And most of us cannot afford enterprise machines.Most that run them can't out perform Mike and Mike.


----------



## mike047 (Jun 5, 2009)

RAMMIE said:


> And most of us cannot afford enterprise machines.Most that run them can't out perform Mike and Mike.



What do we have together 60-70 million Boinc???


----------



## RAMMIE (Jun 5, 2009)

mike047 said:


> What do we have together 60-70 million Boinc???



I got 20.You must be kickin' something serious!


----------



## mike047 (Jun 5, 2009)

RAMMIE said:


> I got 20.You must be kickin' something serious!



I think we have about 62m between us....all good science


----------



## Naekuh (Jun 5, 2009)

Dude... im leaving this thread because i got a  very rude PM from someone id care not to disclose. 

Anyhow... its really sad because i crunched with a lot of ya for a while and to be treated like shark meat really hurt. 

I wish your team the best... as for me... i hope the guy reflects on what he just did and not repeats it to anyone else.


----------



## stanhemi (Jun 5, 2009)

well i don't know your storie (about the p.m) but if people on tpu wcg treat us like that .......:shadedshu it sad i fold since november 08 and never had problem.but i'm new to wcg tpu.


----------



## RAMMIE (Jun 5, 2009)

Naekuh said:


> Dude... im leaving this thread because i got a  very rude PM from someone id care not to disclose.
> 
> Anyhow... its really sad because i crunched with a lot of ya for a while and to be treated like shark meat really hurt.
> 
> I wish your team the best... as for me... i hope the guy reflects on what he just did and not repeats it to anyone else.



I am the guilty party.
Didn't think it was rude to suggest that he crunch with such high end CPUs instead of  just giving advice to buy high end platforms.Sorry if I ruffled your feathers.


----------



## Laurijan (Nov 2, 2009)

Should i limit my crunching to the project that has given me the most points so far? And if yes how do i select the projects to run?


----------



## [Ion] (Nov 2, 2009)

Laurijan said:


> Should i limit my crunching to the project that has given me the most points so far? And if yes how do i select the projects to run?



My Projects --> Select any you want --> Save
I'm currently running HFCC and RICE (both of which get pretty good points, HPF2 and HCC didn't give the best PPD, and, at least in the case of HPF2, errored a lot for me so I don't run it anymore)


----------



## vaiopup (Nov 2, 2009)

Laurijan said:


> Should i limit my crunching to the project that has given me the most points so far? And if yes how do i select the projects to run?

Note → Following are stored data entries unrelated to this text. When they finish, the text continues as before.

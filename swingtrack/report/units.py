"""In which unit a number is shown: the sizes that people at a bench read at sight."""

from __future__ import annotations

import math

SMALL_MOMENT = 0.01  # kg m²: below it g cm² is the handier second unit, above it kg cm²
SMALL_MASS = 0.1  # kg


def shown_in(unit: str, value: float) -> tuple[str, float]:
    """Unit to show and its factor: lengths in mm, angles in degrees, small masses in g, all else as it is.

    Examples
    --------
    >>> shown_in("m", 0.5), shown_in("s", 3.1), shown_in("kg", 0.02)
    (('mm', 1000.0), ('s', 1.0), ('g', 1000.0))
    """
    if unit == "m":
        return "mm", 1e3
    if unit == "rad":
        return "°", 180.0 / math.pi
    if unit == "deg":
        return "°", 1.0
    if unit == "kg" and abs(value) < SMALL_MASS:
        return "g", 1e3
    if unit == "kg m^2":
        return "kg m²", 1.0
    return unit, 1.0


def second_moment_unit(value: float) -> tuple[str, float]:
    """The unit that stands beside kg m², with its factor.

    Examples
    --------
    >>> second_moment_unit(3.2e-3), second_moment_unit(0.11)
    (('g cm²', 10000000.0), ('kg cm²', 10000.0))
    """
    return ("g cm²", 1e7) if abs(value) < SMALL_MOMENT else ("kg cm²", 1e4)
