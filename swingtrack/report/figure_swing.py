"""The swing with its fit and the residuals below it on one time axis."""

from __future__ import annotations

from typing import Any

import numpy as np

from ..records import Bools, SwingTrace
from .decimate import keep_extremes
from .layout import short
from .look import DATA, FAINT, FIT, INK, SHADE, WIDE, key, new_figure, plain

DEGREES = 180.0 / np.pi
LEFT_OUT_S = 1e-6  # shorter stretches at either end are rounding, not a part left out


def scale_of(unit: str) -> tuple[float, str]:
    """Factor and unit in which a trace is shown: angles in degrees; a unit that nobody knows says so."""
    return (DEGREES, "°") if unit == "rad" else (1.0, short(unit, 12) or "unit of the series")


def set_aside(trace: SwingTrace) -> Bools:
    """(n,) bool: samples in the free part that the fit did not use."""
    free = (trace.t_s >= trace.free_from_s) & (trace.t_s <= trace.free_to_s)
    return ~trace.used & np.isfinite(trace.measured) & free


def swing_figure(trace: SwingTrace) -> Any:
    """Data with the fit above, residuals below, on one time axis."""
    figure = new_figure(WIDE)
    upper, lower = figure.subplots(2, 1, sharex=True, height_ratios=[3, 1.3])
    draw_swing(upper, trace)
    draw_residual(lower, trace)
    upper.tick_params(labelbottom=False)
    upper.set_xlabel("")
    figure.align_ylabels()
    return figure


def draw_swing(ax: Any, trace: SwingTrace) -> Any:
    """Data and fit against time; parts left out are shaded, samples set aside crossed."""
    scale, unit = scale_of(trace.unit)
    line = keep_extremes(trace.fitted)
    ax.plot(trace.t_s[line], scale * trace.fitted[line], "-", lw=1.8, color=FIT, alpha=0.55, label="fit")
    shown = keep_extremes(trace.measured)
    ax.plot(trace.t_s[shown], scale * trace.measured[shown], ".", ms=3.0, mew=0, color=DATA, label="measured")
    aside = set_aside(trace)
    if aside.any():
        ax.plot(
            trace.t_s[aside],
            scale * trace.measured[aside],
            "x",
            ms=6,
            mew=1.2,
            color=INK,
            label="set aside by the fit",
        )
    _shade_left_out(ax, trace, label="not the free swing")
    ax.margins(x=0.01)
    # Above the data, which fills the axes from side to side.
    key(ax, loc="lower right", bbox_to_anchor=(1.0, 0.98), ncols=4, borderaxespad=0.0, enlarged=2.5)
    return plain(ax, "time, s", f"swing, {unit}")


def draw_residual(ax: Any, trace: SwingTrace) -> Any:
    """Measured less fitted; samples set aside are crossed, at the edge where they lie beyond it."""
    scale, unit = scale_of(trace.unit)
    residual = scale * (trace.measured - trace.fitted)
    kept = np.flatnonzero(trace.used)
    shown = kept[keep_extremes(residual[kept])]
    ax.axhline(0.0, color=FAINT, lw=0.8, zorder=0)
    ax.plot(trace.t_s[shown], residual[shown], ".", ms=2.6, mew=0, color=DATA)
    aside = set_aside(trace) & np.isfinite(residual)
    if aside.any() and kept.size:
        reach = 1.15 * float(np.max(np.abs(residual[kept])))
        ax.plot(
            trace.t_s[aside],
            np.clip(residual[aside], -reach, reach),
            "x",
            ms=5,
            mew=1.2,
            color=INK,
            clip_on=False,
        )
    _shade_left_out(ax, trace)
    ax.margins(x=0.01)
    return plain(ax, "time, s", f"residual, {unit}")


def _shade_left_out(ax: Any, trace: SwingTrace, label: str | None = None) -> None:
    for start, end in ((trace.t_s[0], trace.free_from_s), (trace.free_to_s, trace.t_s[-1])):
        if end - start > LEFT_OUT_S:
            ax.axvspan(start, end, color=SHADE, lw=0, zorder=0, label=label)
            label = None
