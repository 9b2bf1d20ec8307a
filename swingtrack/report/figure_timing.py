"""When the frames were taken: the interval before each, where evenness and gaps are seen at a glance."""

from __future__ import annotations

from typing import Any

import numpy as np

from ..records import Path
from .decimate import keep_extremes
from .look import DATA, FIT, INK, key, new_figure, plain, say

GAP = 1.5  # times the usual interval from which at least one frame is missing


def timing_figure(path: Path) -> Any:
    """`draw_timing` as a figure of its own."""
    figure = new_figure()
    draw_timing(figure.subplots(), path)
    return figure


def draw_timing(ax: Any, path: Path) -> Any:
    """Interval to the frame before, ms, against time; gaps of a dropped frame or more are marked."""
    if path.t_s.size < 2:
        say(ax, "a single frame")
        return plain(ax, "time in the clip, s", "interval, ms")
    interval = 1e3 * np.diff(path.t_s)
    at = path.t_s[1:]
    usual = float(np.median(interval))
    gap = interval > GAP * usual
    ax.axhline(usual, color=FIT, lw=1.2, zorder=1, label="median")
    shown = np.flatnonzero(~gap)
    shown = shown[keep_extremes(interval[shown])]
    ax.plot(at[shown], interval[shown], ".", ms=2.8, mew=0, color=DATA, zorder=2, label="frames")
    if gap.any():
        ax.plot(at[gap], interval[gap], "x", ms=6, mew=1.3, color=INK, zorder=3, label="gaps")
    # A clock tick of rounding must not fill the axis: show at least a tenth of an interval.
    low, high = float(interval.min()), float(interval.max())
    room = max(0.08 * (high - low), 0.05 * usual)
    ax.set_ylim(max(0.0, low - room), high + room)
    ax.margins(x=0.01)
    key(ax, loc="lower right", bbox_to_anchor=(1.0, 0.99), ncols=3, borderaxespad=0.0, enlarged=2.5)
    return plain(ax, "time in the clip, s", "interval, ms")
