"""Terminal pages of combined results, tensors and solids."""

from __future__ import annotations

import textwrap
from typing import Any

from ..records import Quantity
from .rounding import rounded, show
from .text import WIDTH, doubt_lines, table


def combined_text(result: Any) -> str:
    """One answer of several runs: the moment, the runs, what dominates, what to do next."""
    rows = [
        (
            f"moment by {result.method.replace('-', ' ')}",
            f"{show(result.moment, 'kg m²', k=result.k)}   (k = {result.k:.2f}, about 95 %)",
        ),
        ("article", result.article),
        ("about", result.about),
    ]
    for item in result.by_products:
        rows.append((item.name, f"{show(item.quantity)}   ({item.meaning})"))
    if result.consistency.birge is not None:
        rows.append(
            (
                "consistency",
                f"Birge ratio {result.consistency.birge:.2f} with {result.consistency.dof} degrees of freedom",
            )
        )
    ranked = sorted(result.budget, key=lambda line: -line.share)[:4]
    rows.append(("doubt comes from", ", ".join(f"{line.input} {100 * line.share:.0f} %" for line in ranked)))
    return _page([table(rows), "", *_run_lines(result.runs)], result)


def tensor_text(result: Any) -> str:
    """The inertia matrix about the centre of mass, its principal moments and axes."""
    lines = [
        f"inertia matrix of {result.article} about the centre of mass, kg m² (± one standard uncertainty)"
    ]
    for row in result.matrix:
        lines.append("  " + "  ".join(f"{show(entry, ''):>30}" for entry in row))
    lines += ["", "principal moments"]
    for axis in result.principal:
        direction = ", ".join(f"{part:+.4f}" for part in axis.direction)
        lines.append(f"  {show(axis.moment, 'kg m²', k=axis.k)}   along ({direction})")
    ahead = ", ".join(f"{part:+.3f}" for part in result.next_axis.axis)
    lines += ["", f"axis that would help most next: ({ahead})", "", *_run_lines(result.runs)]
    return _page(lines, result)


def solids_text(result: Any) -> str:
    """What an assembly of solids amounts to."""
    centre = ", ".join(rounded(1e3 * part.value, 1e3 * part.u)[0] for part in result.centre)
    rows = [
        ("expected moment", f"{show(result.moment, 'kg m²', k=result.k)}   (k = {result.k:.2f}, about 95 %)"),
        ("about", result.about),
        ("mass", show(result.mass, "kg")),
        ("centre of mass", f"({centre}) mm"),
        ("principal moments", ", ".join(f"{moment:.5g}" for moment, _ in result.principal) + " kg m²"),
    ]
    lines = [table(rows), "", f"  {'part':<24}{'kind':<18}{'mass, kg':>12}{'share':>9}"]
    lines += [
        f"  {p.name[:22]:<24}{p.kind:<18}{p.mass.value:>12.5g}{100 * p.share:>7.1f} %" for p in result.parts
    ]
    for item in result.comparisons:
        verdict = "agrees" if item.agrees else "does not agree"
        lines.append(
            f"  measured {item.what}: {show(item.measured)}, E_n = {item.normalised_error:.2f}: {verdict}"
        )
    return "\n".join(lines) + "\n" + doubt_lines(result.doubts, most=20)


def _run_lines(runs: Any) -> list[str]:
    lines = [f"  {'run':<26}{'role':<14}{'period, s':<26}{'deviation':>10}"]
    for run in runs:
        off = "" if run.deviation is None else f"{100 * run.deviation:+.3f} %"
        lines.append(f"  {run.name[:24]:<26}{run.role:<14}{_short(run.period):<26}{off:>10}")
    return lines


def _short(period: Quantity) -> str:
    value, u = rounded(period.value, period.u)
    return f"{value} ± {u}"


def _page(lines: list[str], result: Any) -> str:
    for line in result.advice:
        lines += textwrap.wrap(f"advice: {line}", WIDTH, subsequent_indent="  ")
    return "\n".join(lines) + "\n" + doubt_lines(result.doubts, most=20)
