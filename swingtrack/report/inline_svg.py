"""A figure's SVG made part of a page: named for those who can't see it, in the page's type and colours, day and night."""

from __future__ import annotations

import re

from markupsafe import Markup

from .figures import Drawing
from .look import DATA, FAINT, FIT, INK, PAPER, SHADE, THIRD, save

VARIABLES = {
    INK: "--ink",
    FAINT: "--faint",
    PAPER: "--paper",
    SHADE: "--shade",
    DATA: "--data",
    FIT: "--fit",
    THIRD: "--third",
}


def inline_svg(drawing: Drawing) -> Markup:
    """The drawing as an `<svg role="img">` element with title and description."""
    svg = save(drawing.figure, "svg", clear=True).decode()
    svg = svg[svg.index("<svg") :]
    svg = re.sub(r"<metadata>.*?</metadata>", "", svg, flags=re.DOTALL)
    svg = re.sub(r"<defs>\s*<style.*?</style>\s*</defs>", "", svg, flags=re.DOTALL)
    # Several figures share a page: their ids must not.
    svg = re.sub(r'\bid="([^"]+)"', rf'id="{drawing.name}-\1"', svg)
    svg = re.sub(r'href="#([^"]+)"', rf'href="#{drawing.name}-\1"', svg)
    svg = re.sub(r"url\(#([^)]+)\)", rf"url(#{drawing.name}-\1)", svg)
    svg = re.sub(r'style="([^"]*)"', lambda match: f'style="{_in_page_dress(match[1])}"', svg)
    head, body = svg.split(">", 1)
    head = re.sub(r'\s(width|height)="[^"]*"', "", head)
    named = Markup(
        ' role="img" aria-labelledby="{0}-title {0}-desc"><title id="{0}-title">{1}</title><desc id="{0}-desc">{2}</desc>'
    ).format(drawing.name, drawing.title, drawing.description)
    return Markup(head) + named + Markup(body)


def _in_page_dress(style: str) -> str:
    for colour, name in VARIABLES.items():
        style = style.replace(colour, f"var({name})")
    style = re.sub(r"font-family:[^;]*", "font-family: var(--figure-type)", style)
    return re.sub(r"(font:\s*[\d.]+px\s*)[^;]*", r"\1var(--figure-type)", style)  # matplotlib before 3.9
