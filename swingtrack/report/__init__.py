"""Records to text, figures and HTML; nothing is computed here."""

from __future__ import annotations

from importlib import import_module
from typing import TYPE_CHECKING, Any

if TYPE_CHECKING:
    from .combined import combined_text, solids_text, tensor_text
    from .figures import all_figures, figure_files
    from .plan import plan_figures, plan_text
    from .html import render_report
    from .rounding import rounded, show
    from .text import audit_text, inertia_text, stopwatch_text, summary_text

_HOMES = {
    "combined_text": "combined",
    "solids_text": "combined",
    "tensor_text": "combined",
    "all_figures": "figures",
    "figure_files": "figures",
    "render_report": "html",
    "plan_figures": "plan",
    "plan_text": "plan",
    "rounded": "rounding",
    "show": "rounding",
    "audit_text": "text",
    "inertia_text": "text",
    "stopwatch_text": "text",
    "summary_text": "text",
}

__all__ = [
    "all_figures",
    "audit_text",
    "combined_text",
    "figure_files",
    "inertia_text",
    "plan_figures",
    "plan_text",
    "render_report",
    "rounded",
    "show",
    "solids_text",
    "stopwatch_text",
    "summary_text",
    "tensor_text",
]


def __getattr__(name: str) -> Any:
    """Load each name's module on first use: matplotlib takes most of a second."""
    if name in _HOMES:
        return getattr(import_module(f".{_HOMES[name]}", __name__), name)
    raise AttributeError(f"module {__name__!r} has no attribute {name!r}")
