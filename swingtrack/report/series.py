"""One report for a series of runs: each run, how they scatter and drift, the combined answer, the tensor on its axes.

The records come from stage 3, which this folder does not import: `CombinedResult` (inertia/combine.py) and
`TensorResult` (inertia/tensor.py).
"""

from __future__ import annotations

from collections.abc import Iterator, Mapping, Sequence
from typing import Any

from .figure_budget import budget_figure
from .figure_series import deviations_figure, moments_figure
from .figure_tensor import axes_figure, principal_figure
from .figures import Drawing
from .html import ranked, render_page
from .look import our_settings, save
from .numbers import Numbers
from .units import second_moment_unit


def render_series(result: Any, *, document: Mapping[str, Any], runs: Sequence[Mapping[str, Any]] = ()) -> str:
    """The report of a combined result as HTML text.

    Parameters
    ----------
    result : CombinedResult or TensorResult
        For the figures.
    document : mapping
        The combined document of the same result, as `combine --json` prints it: every number is taken from it.
    runs : sequence of mapping
        The result.json documents of the runs, in the order of the result's own, for what each was made of.
    """
    part = document["combined"]
    tensor = part.get("method") == "tensor"
    return render_page(
        "series.html.j2",
        n=Numbers(document),
        tensor=tensor,
        own=[Numbers(run, label=str(index)) for index, run in enumerate(runs)],
        figures={drawing.name: drawing for drawing in series_drawings(result)},
        budget=[] if tensor else ranked(part["budget"]),
        second_unit=second_moment_unit(1.0 if tensor else float(part["moment"]["value"])),
        plot=None,
    )


def series_files(result: Any) -> dict[str, bytes]:
    """All figures of a combined result, as file name → bytes, PNG and SVG of each."""
    return {
        f"{drawing.name}.{kind}": save(drawing.figure, kind)
        for drawing in series_drawings(result)
        for kind in ("png", "svg")
    }


def series_drawings(result: Any) -> tuple[Drawing, ...]:
    """Figures of a combined result: its runs, and the tensor or the budget."""
    with our_settings():
        return tuple(_drawings(result))


def _drawings(result: Any) -> Iterator[Drawing]:
    if result.method == "tensor":
        yield Drawing(
            "axes",
            "The principal axes among the axes swung about",
            "A view into the article's frame x, y, z: thin numbered lines are the axes swung about, thick lines the "
            "principal axes, as long as the square root of their moments.",
            axes_figure(result),
        )
        yield Drawing(
            "principal",
            "Principal moments",
            "Bars of the three principal moments with their expanded uncertainty; the table has the same numbers.",
            principal_figure(result),
        )
    else:
        yield Drawing(
            "moments",
            "Each run alone and the combined moment",
            "The moment of each run in the order given, with bars of two standard uncertainties; a band marks the "
            "combined moment and its expanded uncertainty.",
            moments_figure(result),
        )
    if any(run.deviation is not None for run in result.runs):
        yield Drawing(
            "deviations",
            "Scatter and drift of the runs",
            "How far each run lies from what the combined result predicts for it, in the order given.",
            deviations_figure(result),
        )
    if result.method != "tensor":
        yield Drawing(
            "budget",
            "Where the uncertainty comes from",
            "Bars of each input's share of the variance, the largest on top; the table has the same numbers.",
            budget_figure(result.budget),
        )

Select the projects you BELIEVE IN


----------



## Laurijan (Nov 3, 2009)

I changed in "Device Manager" - "Device Profiles" - the setting to "Maximum Output"... has this big impact on the PPD and do i have to restart the client to get this maximum output?

Edit: Ok i see in Task Manager that my CPU is on 100% load all the time now.. hope this will get me more PPD


----------